International career
- 1997–2002: Sweden / 43 / (7)

= Tina Nordlund =

Swedish footballer

Tina Cecilia Elisabeth Nordlund (born 19 March 1977) is a Swedish football coach and former player, most recently an assistant coach at Umeå IK. She is one of the most well known Swedish female footballers. In November 2000, she was awarded the Diamantbollen, an annual award made to the best female player in Sweden, during the Swedish Soccer Awards, and during her speech she expressed her thoughts that women's soccer received too little media publicity. She played for Alnö IF, Sundsvalls DFF and Umeå IK. She retired from playing football aged 25 after suffering from anorexia nervosa.

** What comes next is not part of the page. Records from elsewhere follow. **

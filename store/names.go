package store

import (
	"context"

	"ringbook/snubber"
)

// The rows that trials refer to by name. Each is found, or made when new.

type revisionKey struct {
	board int64
	name  string
}

type pointKey struct{ bus, current, switching float64 }

func (w *writer) board(ctx context.Context, name string) (int64, error) {
	return number(ctx, w, w.boards, name,
		`SELECT id FROM board WHERE name = ?`, `INSERT INTO board (name) VALUES (?)`, name)
}

func (w *writer) revision(ctx context.Context, board, name string) (int64, error) {
	b, err := w.board(ctx, board)
	if err != nil {
		return 0, err
	}
	return number(ctx, w, w.revs, revisionKey{b, name},
		`SELECT id FROM revision WHERE board = ? AND name = ?`, `INSERT INTO revision (board, name) VALUES (?, ?)`, b, name)
}

func (w *writer) session(ctx context.Context, name string) (any, error) {
	if name == "" {
		return nil, nil
	}
	return number(ctx, w, w.sessions, name,
		`SELECT id FROM session WHERE name = ?`, `INSERT INTO session (name) VALUES (?)`, name)
}

func (w *writer) instrument(ctx context.Context, idn string) (any, error) {
	if idn == "" {
		return nil, nil
	}
	return number(ctx, w, w.devices, idn,
		`SELECT id FROM instrument WHERE idn = ?`, `INSERT INTO instrument (idn) VALUES (?)`, idn)
}

func (w *writer) point(ctx context.Context, p snubber.OperatingPoint) (any, error) {
	if p == (snubber.OperatingPoint{}) {
		return nil, nil
	}
	// The ifnull terms are those of the unique index operating_point_once.
	return number(ctx, w, w.points, pointKey{p.BusV, p.CurrentA, p.SwitchingHz},
		`SELECT id FROM operating_point WHERE ifnull(bus_v, 0) = ifnull(?, 0)
  AND ifnull(current_a, 0) = ifnull(?, 0) AND ifnull(switching_hz, 0) = ifnull(?, 0)`,
		`INSERT INTO operating_point (bus_v, current_a, switching_hz) VALUES (?, ?, ?)`,
		orNull(p.BusV), orNull(p.CurrentA), orNull(p.SwitchingHz))
}

func (w *writer) logbook(ctx context.Context, id string) (int64, error) {
	return number(ctx, w, w.logbooks, id, `SELECT n FROM logbook WHERE id = ?`, `INSERT INTO logbook (id) VALUES (?)`, id)
}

In her youth years she, except for playing soccer, also practiced alpine skiing, bandy, basketball and golf.

==Club career==

After the 1998 season, Nordlund approached English FA Women's Premier League club Tranmere Rovers about playing for them in 1998–99. At the time she was visiting boyfriend Jesper Blomqvist, who was contracted to Manchester United.

Making her debut in a 4–0 win over champions and local rivals Everton in December 1998, Nordlund remained until 1 February 1999. She then returned to Umeå IK in order to preserve her national team place ahead of the 1999 FIFA Women's World Cup.

==International career==
After winning eight caps at Under 17 level and 19 Under 21 caps, Nordlund made her senior Sweden debut in a 3–1 defeat by the United States at Baylor School, Chattanooga, Tennessee, on 30 October 1997. Her 9th-minute goal against Denmark in the Semi-Final of the 2001 UEFA Women's Euro proved to be the deciding goal of the match, propelling Sweden to the Final.

==Personal life==
Nordlund appeared in the 2006 Swedish comedy film Offside, as a football player. She is a Lazio supporter.

She has been married to Swedish television presenter Martin Björk.